--- START ---
def _method_plan(method, params, i, b, st, fams, col: _Columns) -> MethodPlan:
    """One method's plan for block ``i`` of :func:`plan_night` (``fams``: its rule times as lists)."""
    crit, margin, s_margin, area = col.crit[i], col.margin[i], col.s_margin[i], col.area[i]
    wind_mean, wind_max = col.wind_mean[i], col.wind_max[i]
    req_rate, req_rate_cold = col.req_rate[i], col.req_rate_cold[i]
    spr_start_air, evening_wind, no_sunrise, first_valid = (col.spr_start_air[i], col.evening_wind[i],
                                                            col.no_sunrise[i], col.first_valid[i])
    p50_c, p10_c = col.p50[i], col.p10[i]
    use_wb = method in ("overtree_sprinkler", "undertree_sprinkler")
    (cs, cf, ci, ct, csf), (ks, kf, _, kt, ksf) = fams[use_wb]
    rnd = st.round_minutes
    start = _round_ns(float(cs[i]), rnd, up=False) if cf[i] else np.nan
    ready = _round_ns(float(ks[i]), rnd, up=False) if kf[i] else np.nan
    stop = _round_ns(float(ct[i]), rnd, up=True) if cf[i] else np.nan
    stop_k = _round_ns(float(kt[i]), rnd, up=True) if kf[i] else np.nan
    run_h = (stop - start) / 3.6e12 if cf[i] else None
    run_k = (stop_k - ready) / 3.6e12 if kf[i] else None
    stop_open = bool(cf[i] and not csf[i])
    notes: list[str] = []
    keys = list(cautions.cautions_for_method(method))
    usable = True
    if not kf[i]:
        notes.append("Start condition not reached even in the cold case; stand by only.")
    elif not cf[i]:
        notes.append("Start condition reached only if the night turns out colder than the median forecast.")
    if cf[i] and ci[i] == first_valid:
        notes.append("Already at the start temperature when the forecast begins: start now.")
    if stop_open:
        notes.append("Stop condition not reached before the forecast ends; keep running until it is.")
    if no_sunrise:
        notes.append("The sun does not rise in this window: stop only once temperatures have recovered.")
    kw: dict = {}

    if use_wb:
        rate = _num(params, "rate_mm_h", 0.0, 100.0)
        supply = _num(params, "water_supply_m3")
        kw.update(start_wet_bulb_c=float(crit + s_margin), start_air_temp_c=float(spr_start_air), rate_mm_h=rate)
        if rate is not None:
            vol = rate * area * 10.0 * run_h if run_h is not None else None  # 1 mm on 1 ha = 10 m³
            vol_k = rate * area * 10.0 * run_k if run_k is not None else None
            kw.update(water_m3=vol, water_m3_cold=vol_k,
                      water_l_per_ha=rate * 1e4 * run_h if run_h is not None else None)
            hours_needed = run_k if run_k is not None else run_h
            if supply is not None and hours_needed is not None and rate * area > 0:
                lasts_h = supply / (rate * area * 10.0)
                if lasts_h < hours_needed:
                    notes.append(f"Water supply ({supply:.0f} m³) lasts about {lasts_h:.1f} h at "
                                 f"{rate:g} mm/h, less than the {hours_needed:.1f} h run.")
                    if method == "overtree_sprinkler":
                        usable = False
        else:
            notes.append("Application rate not recorded; water volume unknown.")
        if method == "overtree_sprinkler":
            kw["required_rate_mm_h"] = None if not np.isfinite(req_rate) else float(req_rate)
            if not np.isfinite(req_rate):
                usable = False
                notes.append("Forecast wind or minimum is beyond the published sprinkler-rate guidance; "
                             "over-tree sprinkling is not advised tonight.")
                keys.insert(0, "sprinkler_rate_short")
            elif rate is None:
                usable = False
                notes.append(f"Needed rate about {req_rate:.1f} mm/h; {RATE_TABLE_ORIGIN}. Check the "
                             "system can deliver it.")
            elif rate + 1e-9 < req_rate:
                usable = False
                notes.append(f"System {rate:g} mm/h, needs {req_rate:.1f} mm/h: {_share(rate, req_rate)} of the "
                             f"need for wind up to {wind_max:.1f} m/s and a minimum near {_c(p50_c)} °C; "
                             f"{RATE_TABLE_ORIGIN}. Too little water can freeze buds harder than none.")
                keys.insert(0, "sprinkler_rate_short")
            else:
                notes.append(f"System {rate:g} mm/h, needs {req_rate:.1f} mm/h: {_share(rate, req_rate)} of the "
                             f"need for the forecast minimum near {_c(p50_c)} °C; {RATE_TABLE_ORIGIN}.")
                cold_need = float(req_rate_cold)
                if not np.isfinite(cold_need) or rate + 1e-9 < cold_need:
                    need_txt = "more than the guidance covers" if not np.isfinite(cold_need) \
                        else f"about {cold_need:.1f} mm/h (the system gives {_share(rate, cold_need)} of that)"
                    notes.append(f"If the night runs as cold as {_c(p10_c)} °C, {need_txt} would be "
                                 "needed: watch the block thermometers and the ice (clear, dripping ice is "
                                 "working; milky, dry ice is not).")
    else:
        kw["start_air_temp_c"] = float(crit + margin)

    if method == "wind_machine":
        measured = b.upper_inversion_c is not None and np.isfinite(b.upper_inversion_c)
        if measured:
            inv, est = float(b.upper_inversion_c), False
        else:
            cloud = np.nan if b.cloud_cover_pct is None else b.cloud_cover_pct
            inv = float(estimate_inversion_c(cloud, evening_wind if np.isfinite(evening_wind) else np.nan))
            est = True
            keys.insert(0, "inversion_estimated")
        kw.update(inversion_c=None if not np.isfinite(inv) else inv, inversion_estimated=est)
        label = "estimated" if est else "measured"
        if not np.isfinite(inv):
            usable = False
            notes.append("Inversion unknown (no upper sensor, no cloud report): measure it before relying "
                         "on wind machines.")
        elif inv < st.wind_machine_min_inversion_c:
            usable = False
            notes.append(f"Inversion {_c(inv)} °C ({label}) is weaker than the "
                         f"{st.wind_machine_min_inversion_c:g} °C a wind machine needs.")
        else:
            notes.append(f"Inversion {_c(inv)} °C ({label}).")
        if np.isfinite(wind_mean) and wind_mean > st.wind_machine_max_wind_ms:
            usable = False
            notes.append(f"Wind {wind_mean:.1f} m/s is above the {st.wind_machine_max_wind_ms:g} m/s "
                         "at which wind machines help.")

    if method == "heater":
        per_ha = _num(params, "fuel_l_per_h_per_ha")
        if per_ha is None:
            n_ha = _num(params, "heaters_per_ha")
            per_h = _num(params, "fuel_l_per_h_per_heater")
            per_ha = n_ha * per_h if n_ha is not None and per_h is not None else None
        stock = _num(params, "fuel_stock_l")
        if per_ha is not None:
            fuel = per_ha * area * run_h if run_h is not None else None
            fuel_k = per_ha * area * run_k if run_k is not None else None
            kw.update(fuel_l=fuel, fuel_l_cold=fuel_k)
            need = fuel_k if fuel_k is not None else fuel
            if stock is not None and need is not None and need > stock:
                notes.append(f"Fuel on hand ({stock:.0f} L) is less than the {need:.0f} L the run needs.")
        else:
            notes.append("Fuel rate not recorded; fuel use unknown.")

    kw = {k: (None if v is None else (v if isinstance(v, bool) else float(v))) for k, v in kw.items()}
    return MethodPlan(method=method, usable=usable, start_utc=_to_dt(start), ready_by_utc=_to_dt(ready),
                      stop_utc=_to_dt(stop), stop_open=stop_open,
                      run_hours=None if run_h is None else float(run_h),
                      run_hours_cold=None if run_k is None else float(run_k),
                      notes=tuple(notes), caution_keys=tuple(dict.fromkeys(keys)), **kw)
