def _model_line(a: Assessment) -> str:
    """What the forecast rests on, in words (a physical model is not "fitted")."""
    n = int(a.training_nights or 0)
    unit = "days" if a.kind == "heat" else "nights"
    if a.kind != "heat" and a.model == "physical":
        if n:
            return (f"Model: physical cooling model, its spread learned from {n} {unit} at this station "
                    "(too few yet for a calibration of its own)")
        return "Model: physical cooling model (no checked nights at this station yet)"
    if a.kind != "heat" and a.model == "calibrated":
        return f"Model: calibrated on {n} {unit} at this station"
    return f"Model: {a.model}" + (f", fitted on {n} {unit} at this station" if n else "")


def _verification_section(a: Assessment, f: _Fmt) -> Section | None:
    rows = [r for r in (a.verification or []) if isinstance(r, dict)]
    if not rows:
        return None
    rows = sorted(rows, key=lambda r: str(r.get("night", "")))[-5:]
    what = "low" if a.kind != "heat" else "high"
    sec = Section("verification", "How recent forecasts verified here")
    errs = []
    table_rows = []
    for r in rows:
        fc, ob, er = r.get("forecast_c"), r.get("observed_c"), r.get("error_c")
        if not _finite(er) and _finite(fc) and _finite(ob):
            er = fc - ob
        if _finite(er):
            errs.append(er)
        table_rows.append([w.short_day(str(r.get("night", ""))), f.t(fc) if _finite(fc) else "n/a",
                           f.t(ob) if _finite(ob) else "n/a", f.d(er, signed=True) if _finite(er) else "n/a"])
    sec.table = {"header": ["Night" if a.kind != "heat" else "Day", f"Forecast {what}", "Observed",
                            "Forecast minus observed"], "rows": table_rows}
    if errs:
        mae = sum(abs(e) for e in errs) / len(errs)
        bias = sum(errs) / len(errs)
        lean = "about right on average"
        if bias >= 0.3:
            lean = f"too warm by {f.d(bias)} on average"
        elif bias <= -0.3:
            lean = f"too cold by {f.d(-bias)} on average"
        sec.paragraphs.append(f"Last {len(errs)} {'nights' if a.kind != 'heat' else 'days'}: typical miss "
                              f"{f.d(mae)}; forecasts ran {lean}.")
    return sec
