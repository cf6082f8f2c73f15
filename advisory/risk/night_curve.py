"""Times on a night's curves, vectorised over blocks: sustained minimum, hours at or below a
threshold, first crossing down, the stop after sunrise, rounding, nanosecond instants.
"""

from __future__ import annotations

import math
from datetime import UTC, datetime

import numpy as np
import pandas as pd

_FINE_STEP_NS = 5 * 60 * 10**9  # sub-step for the sustained minimum and durations: about 5 minutes


def _fine(times_ns: np.ndarray, values: np.ndarray):
    """Linear interpolation of (n, m) values to about 5-minute sub-steps (NaN propagates)."""
    n, m = values.shape
    steps = max(1, int(round(float(np.median(np.diff(times_ns))) / _FINE_STEP_NS)))
    frac = np.arange(steps) / steps
    v0, v1 = values[:, :-1], values[:, 1:]
    fine = (v0[:, :, None] + (v1 - v0)[:, :, None] * frac).reshape(n, -1)
    fine = np.concatenate([fine, values[:, -1:]], axis=1)
    dt = np.diff(times_ns).astype(float)
    tf = (times_ns[:-1, None].astype(float) + dt[:, None] * frac).reshape(-1)
    tf = np.concatenate([tf, times_ns[-1:].astype(float)])
    return tf, fine


def sustained_minimum_c(times_utc, air_temp_c, window_min: float = 30.0):
    """Lowest temperature sustained for ``window_min`` minutes on each curve.

    The curve is interpolated linearly to sub-steps; the running maximum over
    a window of ``window_min`` is taken and its minimum returned.

    Parameters
    ----------
    times_utc : DatetimeIndex, shape (m,)
    air_temp_c : ndarray, shape (n, m)
        NaN outside the block's night.
    window_min : float
        Exposure window [min] (30 for the published tables).

    Returns
    -------
    sustained_c : ndarray, shape (n,)
    """
    t = _ns(times_utc)
    tf, fine = _fine(t, np.atleast_2d(np.asarray(air_temp_c, float)))
    step = np.median(np.diff(tf))
    w = max(int(round(window_min * 60e9 / step)), 0) + 1
    filled = np.where(np.isfinite(fine), fine, -np.inf)
    if w > 1 and fine.shape[1] >= w:
        win = np.lib.stride_tricks.sliding_window_view(filled, w, axis=1).max(axis=2)
        win = np.where(np.isfinite(win), win, np.inf)  # windows touching NaN are ignored
        out = win.min(axis=1)
        # Too short a valid stretch: fall back to the plain minimum.
        return np.where(np.isfinite(out), out, np.nanmin(fine, axis=1))
    return np.nanmin(fine, axis=1)


def _hours_at_or_below(times_ns, values, thr):
    """Hours each row spends at or below thr (n,) (fine-step count)."""
    tf, fine = _fine(times_ns, values)
    dt_h = np.median(np.diff(tf)) / 3.6e12
    return (fine <= thr[:, None]).sum(axis=1) * dt_h


def _crossing_down(times_ns, series, thr, valid):
    """First time each row's series falls to thr or below (linear interpolation).

    Returns (time_ns float (n,), found (n,), index (n,)).
    """
    n, m = series.shape
    mask = valid & (series <= thr[:, None])
    found = mask.any(axis=1)
    i = np.argmax(mask, axis=1)
    rows = np.arange(n)
    ip = np.maximum(i - 1, 0)
    prev_ok = (i > 0) & valid[rows, ip]
    s0, s1 = series[rows, ip], series[rows, i]
    with np.errstate(divide="ignore", invalid="ignore"):
        frac = np.where(prev_ok & (s0 > s1), (s0 - thr) / (s0 - s1), 1.0)
    frac = np.clip(np.nan_to_num(frac, nan=1.0), 0.0, 1.0)
    t0, t1 = times_ns[ip].astype(float), times_ns[i].astype(float)
    t = np.where(prev_ok, t0 + frac * (t1 - t0), t1)
    return np.where(found, t, np.nan), found, i


def _stop_time(times_ns, margin_ok, g, valid, after_idx, sunrise_ns):
    """First time after ``after_idx`` and sunrise at which the stop condition holds.

    ``g`` (n, m) is positive when the condition holds (used to interpolate the
    crossing); ``margin_ok`` = valid & (g > 0).  Returns (time_ns, found).
    """
    n, m = g.shape
    idx = np.arange(m)[None, :]
    after_sun = times_ns[None, :].astype(float) >= sunrise_ns[:, None]
    cand = margin_ok & after_sun & (idx > after_idx[:, None])
    found = cand.any(axis=1)
    j = np.argmax(cand, axis=1)
    rows = np.arange(n)
    jp = np.maximum(j - 1, 0)
    prev_in = (j - 1 > after_idx) & valid[rows, jp]
    prev_ok = prev_in & margin_ok[rows, jp]
    g0, g1 = g[rows, jp], g[rows, j]
    with np.errstate(divide="ignore", invalid="ignore"):
        frac = np.where(prev_in & ~prev_ok & (g1 > g0), (0.0 - g0) / (g1 - g0), 1.0)
    frac = np.clip(np.nan_to_num(frac, nan=1.0), 0.0, 1.0)
    t0, t1 = times_ns[jp].astype(float), times_ns[j].astype(float)
    t_cross = np.where(prev_in & ~prev_ok, t0 + frac * (t1 - t0), np.where(prev_ok, t0, t1))
    t = np.maximum(t_cross, np.where(np.isfinite(sunrise_ns), sunrise_ns, -np.inf))
    return np.where(found, t, np.nan), found


def _ns(times) -> np.ndarray:
    """Nanoseconds since the epoch (int64) of a tz-aware DatetimeIndex, whatever its unit."""
    return pd.DatetimeIndex(times).tz_convert("UTC").tz_localize(None).to_numpy().astype(
        "datetime64[ns]").astype(np.int64)


def _round_ns(t_ns, minutes, up):
    q = minutes * 60e9
    if isinstance(t_ns, float):  # one instant (per block in a plan): plain Python is much faster
        if not math.isfinite(t_ns):
            return math.nan
        return (math.ceil(t_ns / q) if up else math.floor(t_ns / q)) * q
    f = np.ceil if up else np.floor
    return np.where(np.isfinite(t_ns), f(t_ns / q) * q, np.nan)


def _to_dt(t_ns) -> datetime | None:
    if t_ns is None or not np.isfinite(t_ns):
        return None
    return datetime.fromtimestamp(float(t_ns) / 1e9, tz=UTC)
--- END ---
» Activity: All that belongs in the answer is the run of lines above from the line containing "at or below a" through the line containing "import pandas as pd", exactly as written.

» Output of the task:
"""Times on a night's curves, vectorised over blocks: sustained minimum, hours at or below a
threshold, first crossing down, the stop after sunrise, rounding, nanosecond instants.
"""

from __future__ import annotations

import math
from datetime import UTC, datetime

import numpy as np
import pandas as pd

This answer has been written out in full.